// SPDX-License-Identifier: GPL-2.0-or-later
#include "model/node_sky.h"

#include <algorithm>
#include <cmath>

#include "base/constants.h"
#include "base/error.h"
#include "base/parallel.h"

namespace foreglow {
namespace {

// One over the products of a node's distances to the others, up to a common factor.
std::vector<double> barycentric_weights(const std::vector<double>& nodes) {
    const double length = std::max(nodes.back() - nodes.front(), 1e-30);
    std::vector<double> weights;
    weights.reserve(nodes.size());
    for (std::size_t k = 0; k < nodes.size(); ++k) {
        double product = 1;
        for (std::size_t j = 0; j < nodes.size(); ++j)
            if (j != k) product *= 4 * (nodes[k] - nodes[j]) / length;
        weights.push_back(1 / product);
    }
    return weights;
}

void add_lagrange(const std::vector<double>& nodes, const std::vector<double>& barycentric, double x,
                  double factor, std::vector<double>& out) {
    for (std::size_t k = 0; k < nodes.size(); ++k)
        if (x == nodes[k]) {
            out[k] += factor;
            return;
        }
    double sum = 0;
    for (std::size_t k = 0; k < nodes.size(); ++k)
        sum += barycentric[k] / (x - nodes[k]);
    for (std::size_t k = 0; k < nodes.size(); ++k)
        out[k] += factor * barycentric[k] / (x - nodes[k]) / sum;
}

Matrix all_weights(const NodeInterpolation& nodes, std::span<const BandSum> channels) {
    Matrix weights(channels.size(), nodes.log_hz.size());
    for (std::size_t c = 0; c < channels.size(); ++c) {
        const auto row = nodes.weights(channels[c]);
        for (std::size_t k = 0; k < row.size(); ++k)
            weights(c, k) = row[k];
    }
    return weights;
}

bool is_same(const BandSum& a, const BandSum& b) {
    return a.hz == b.hz && a.weights == b.weights;
}

double dot(const Matrix& values, std::size_t row, const std::vector<double>& weights) {
    double sum = 0;
    for (std::size_t k = 0; k < weights.size(); ++k)
        sum += values(row, k) * weights[k];
    return sum;
}

// Weights on the sample's nodes of what the sky's nodes make of a band.
std::vector<double> approximate_weights(const NodeSky& sky, const BandSum& band, const Matrix& to_nodes) {
    const auto own = sky.nodes.weights(band);
    std::vector<double> through(sky.sample.nodes.log_hz.size(), 0.0);
    for (std::size_t k = 0; k < own.size(); ++k)
        for (std::size_t j = 0; j < through.size(); ++j)
            through[j] += own[k] * to_nodes(k, j);
    return through;
}

// Tells whether a band has no other frequencies than the nodes, so that nothing is interpolated.
bool is_on_nodes(const NodeInterpolation& nodes, const BandSum& band) {
    return std::all_of(band.hz.begin(), band.hz.end(), [&](double hz) {
        return std::find(nodes.log_hz.begin(), nodes.log_hz.end(), std::log(hz)) != nodes.log_hz.end();
    });
}

struct Errors {
    double rms = 0, worst = 0;
};

Errors intensity_errors(const NodeSky& sky, const std::vector<double>& exact,
                        const std::vector<double>& got) {
    Errors errors;
    double error2 = 0;
    double truth2 = 0;
    for (std::size_t p = 0; p < sky.sample.i.rows; ++p) {
        const double truth = dot(sky.sample.i, p, exact);
        const double error = dot(sky.sample.i, p, got) - truth;
        error2 += error * error;
        truth2 += truth * truth;
        if (truth != 0) errors.worst = std::max(errors.worst, std::abs(error / truth));
    }
    if (truth2 > 0) errors.rms = std::sqrt(error2 / truth2);
    return errors;
}

Errors polarized_errors(const NodeSky& sky, const std::vector<double>& exact,
                        const std::vector<double>& got) {
    const std::size_t pixels = sky.sample.q.rows;
    std::vector<double> error(pixels), truth(pixels);
    double error2 = 0;
    double truth2 = 0;
    for (std::size_t p = 0; p < pixels; ++p) {
        const double q = dot(sky.sample.q, p, exact);
        const double u = dot(sky.sample.u, p, exact);
        truth[p] = std::hypot(q, u);
        error[p] = std::hypot(dot(sky.sample.q, p, got) - q, dot(sky.sample.u, p, got) - u);
        error2 += error[p] * error[p];
        truth2 += truth[p] * truth[p];
    }
    Errors errors;
    if (!(truth2 > 0)) return errors;
    errors.rms = std::sqrt(error2 / truth2);
    const double level = std::sqrt(truth2 / static_cast<double>(pixels));
    for (std::size_t p = 0; p < pixels; ++p)
        errors.worst = std::max(errors.worst, error[p] / std::max(truth[p], level));
    return errors;
}

}  // namespace

NodeInterpolation::NodeInterpolation(std::vector<double> log_hz_in,
                                     std::function<double(double)> log_spectrum_in)
    : log_hz(std::move(log_hz_in)), log_spectrum(std::move(log_spectrum_in)) {
    FOREGLOW_EXPECTS(!log_hz.empty() && std::is_sorted(log_hz.begin(), log_hz.end()));
    log_common.reserve(log_hz.size());
    for (const double x : log_hz)
        log_common.push_back(log_spectrum(x));
}

std::vector<double> NodeInterpolation::weights(const BandSum& band) const {
    const auto barycentric = barycentric_weights(log_hz);
    std::vector<double> out(log_hz.size(), 0.0);
    // The common spectrum is taken relative to the middle node, so that nothing overflows.
    const double middle = log_common[log_common.size() / 2];
    for (std::size_t i = 0; i < band.hz.size(); ++i) {
        const double x = std::log(band.hz[i]);
        add_lagrange(log_hz, barycentric, x, band.weights[i] * std::exp(log_spectrum(x) - middle), out);
    }
    for (std::size_t k = 0; k < out.size(); ++k)
        out[k] *= std::exp(middle - log_common[k]);
    return out;
}

std::vector<double> make_chebyshev_points(double low, double high, int count) {
    std::vector<double> points;
    points.reserve(static_cast<std::size_t>(count));
    for (int k = 0; k < count; ++k)
        points.push_back(0.5 * (low + high) -
                         0.5 * (high - low) * std::cos(constants::pi * (k + 0.5) / count));
    return points;
}

SpectralBasis make_node_basis(const NodeSky& sky, std::span<const BandSum> channels) {
    SpectralBasis basis;
    for (const double x : sky.nodes.log_hz)
        basis.components.push_back({{std::exp(x)}, {1.0}});
    basis.weights = all_weights(sky.nodes, channels);
    const NodeErrors errors = measure_node_errors(sky, channels, false);
    basis.worst_error = *std::max_element(errors.worst.begin(), errors.worst.end());
    return basis;
}

SpectralBasis make_polarized_node_basis(const NodeSky& sky, std::span<const BandSum> channels) {
    if (!sky.q.empty()) return make_node_basis(sky, channels);
    SpectralBasis basis;
    basis.components.assign(channels.begin(), channels.end());
    basis.weights = Matrix(channels.size(), channels.size());
    for (std::size_t c = 0; c < channels.size(); ++c)
        basis.weights(c, c) = 1.0;
    basis.is_exact = true;
    return basis;
}

std::size_t place_of_component(const NodeSky& sky, const BandSum& component, bool polarized) {
    if (!polarized || !sky.q.empty()) {
        for (std::size_t k = 0; k < sky.nodes.log_hz.size(); ++k)
            if (component.hz.size() == 1 && component.hz[0] == std::exp(sky.nodes.log_hz[k])) return k;
    } else {
        for (std::size_t c = 0; c < sky.bands.size(); ++c)
            if (is_same(sky.bands[c], component)) return c;
    }
    FOREGLOW_EXPECTS(false);
}

NodeErrors measure_node_errors(const NodeSky& sky, std::span<const BandSum> channels, bool polarized) {
    NodeErrors errors{std::vector<double>(channels.size()), std::vector<double>(channels.size())};
    Matrix to_nodes(sky.nodes.log_hz.size(), sky.sample.nodes.log_hz.size());
    for (std::size_t k = 0; k < to_nodes.rows; ++k) {
        const auto row = sky.sample.nodes.weights({{std::exp(sky.nodes.log_hz[k])}, {1.0}});
        for (std::size_t j = 0; j < row.size(); ++j)
            to_nodes(k, j) = row[j];
    }
    const bool check_stokes = polarized && !sky.q.empty();
    parallel_for_blocks(static_cast<std::int64_t>(channels.size()), 1, [&](std::int64_t begin, std::int64_t) {
        const auto c = static_cast<std::size_t>(begin);
        if (is_on_nodes(sky.nodes, channels[c])) return;
        const auto exact = sky.sample.nodes.weights(channels[c]);
        const auto got = approximate_weights(sky, channels[c], to_nodes);
        Errors found = intensity_errors(sky, exact, got);
        if (check_stokes) {
            const Errors own = polarized_errors(sky, exact, got);
            found = {std::max(found.rms, own.rms), std::max(found.worst, own.worst)};
        }
        errors.rms[c] = found.rms;
        errors.worst[c] = found.worst;
    });
    return errors;
}

}  // namespace foreglow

Requirement - The expected output is exactly the lines of the listing above between the line holding "basis.components.assign(channels.begin(), channels.end());" and the line holding "[&](std::int64_t begin, std::int64_t)", inclusive.

Task answer -
    basis.components.assign(channels.begin(), channels.end());
    basis.weights = Matrix(channels.size(), channels.size());
    for (std::size_t c = 0; c < channels.size(); ++c)
        basis.weights(c, c) = 1.0;
    basis.is_exact = true;
    return basis;
}

std::size_t place_of_component(const NodeSky& sky, const BandSum& component, bool polarized) {
    if (!polarized || !sky.q.empty()) {
        for (std::size_t k = 0; k < sky.nodes.log_hz.size(); ++k)
            if (component.hz.size() == 1 && component.hz[0] == std::exp(sky.nodes.log_hz[k])) return k;
    } else {
        for (std::size_t c = 0; c < sky.bands.size(); ++c)
            if (is_same(sky.bands[c], component)) return c;
    }
    FOREGLOW_EXPECTS(false);
}

NodeErrors measure_node_errors(const NodeSky& sky, std::span<const BandSum> channels, bool polarized) {
    NodeErrors errors{std::vector<double>(channels.size()), std::vector<double>(channels.size())};
    Matrix to_nodes(sky.nodes.log_hz.size(), sky.sample.nodes.log_hz.size());
    for (std::size_t k = 0; k < to_nodes.rows; ++k) {
        const auto row = sky.sample.nodes.weights({{std::exp(sky.nodes.log_hz[k])}, {1.0}});
        for (std::size_t j = 0; j < row.size(); ++j)
            to_nodes(k, j) = row[j];
    }
    const bool check_stokes = polarized && !sky.q.empty();
    parallel_for_blocks(static_cast<std::int64_t>(channels.size()), 1, [&](std::int64_t begin, std::int64_t) {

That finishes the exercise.